== Exercise material

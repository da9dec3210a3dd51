import type { HyperparameterInfo, SettingsDeclaration, SettingValues } from '../settings';
import type { OptimizerInfo, OptimizerKind, ResolvedSpec } from '../spec';
import type { Optimizer } from '../types';

/**
 * Everything Fall Line knows about one optimizer kind: its metadata (label, defaults, settings with
 * their ranges, source) and how to build it from a validated, defaults-filled spec. Methods are written
 * with `defineMethod`, which derives the settings description from the declared settings.
 */
export interface MethodDefinition {
  info: OptimizerInfo;
  build(spec: ResolvedSpec): Optimizer;
  /**
   * Constraints between settings that single-setting ranges cannot express, as [field, message]
   * pairs (message without the kind prefix). Called only when every setting is individually valid.
   */
  crossChecks?(spec: ResolvedSpec): [string, string][];
  /**
   * For kinds whose settings depend on the spec itself (a rule declares its own): the settings of
   * this spec, or the [field, message] that makes it unusable. Replaces `info.hyperparameters`.
   */
  settingsOf?(spec: Record<string, unknown>): { settings: HyperparameterInfo[] } | { field: string; message: string };
}

/** A method as written: its metadata, its settings by name, and builders that receive them typed. */
export interface MethodDeclaration<S extends SettingsDeclaration> extends Omit<OptimizerInfo, 'hyperparameters'> {
  kind: OptimizerKind;
  settings: S;
  build(settings: SettingValues<S>, spec: ResolvedSpec): Optimizer;
  crossChecks?(settings: SettingValues<S>, spec: ResolvedSpec): [string, string][];
  settingsOf?: MethodDefinition['settingsOf'];
}

/**
 * Turns a declaration into a method: the settings description (names, labels, help, ranges, choices)
 * for validation and the settings panel, and builders fed with the spec's settings, typed from the
 * declaration. The one cast: a resolved spec has passed validation against exactly this description,
 * so each value has its declared type.
 */
export function defineMethod<S extends SettingsDeclaration>(declaration: MethodDeclaration<S>): MethodDefinition {
  const { settings, build, crossChecks, settingsOf, ...info } = declaration;
  const names = Object.keys(settings);
  const values = (spec: ResolvedSpec) => Object.fromEntries(names.map((name) => [name, spec.hyper[name]])) as SettingValues<S>;
  return {
    info: { ...info, hyperparameters: names.map((name) => settings[name].describe(name)) },
    build: (spec) => build(values(spec), spec),
    ...(crossChecks ? { crossChecks: (spec: ResolvedSpec) => crossChecks(values(spec), spec) } : {}),
    ...(settingsOf ? { settingsOf } : {}),
  };
}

====

- What the task asks
All lines from the one containing "crossChecks, settingsOf, ...info" through the end of the data, and no others, are to be given again word for word.

- Exercise result
  const { settings, build, crossChecks, settingsOf, ...info } = declaration;
  const names = Object.keys(settings);
  const values = (spec: ResolvedSpec) => Object.fromEntries(names.map((name) => [name, spec.hyper[name]])) as SettingValues<S>;
  return {
    info: { ...info, hyperparameters: names.map((name) => settings[name].describe(name)) },
    build: (spec) => build(values(spec), spec),
    ...(crossChecks ? { crossChecks: (spec: ResolvedSpec) => crossChecks(values(spec), spec) } : {}),
    ...(settingsOf ? { settingsOf } : {}),
  };
}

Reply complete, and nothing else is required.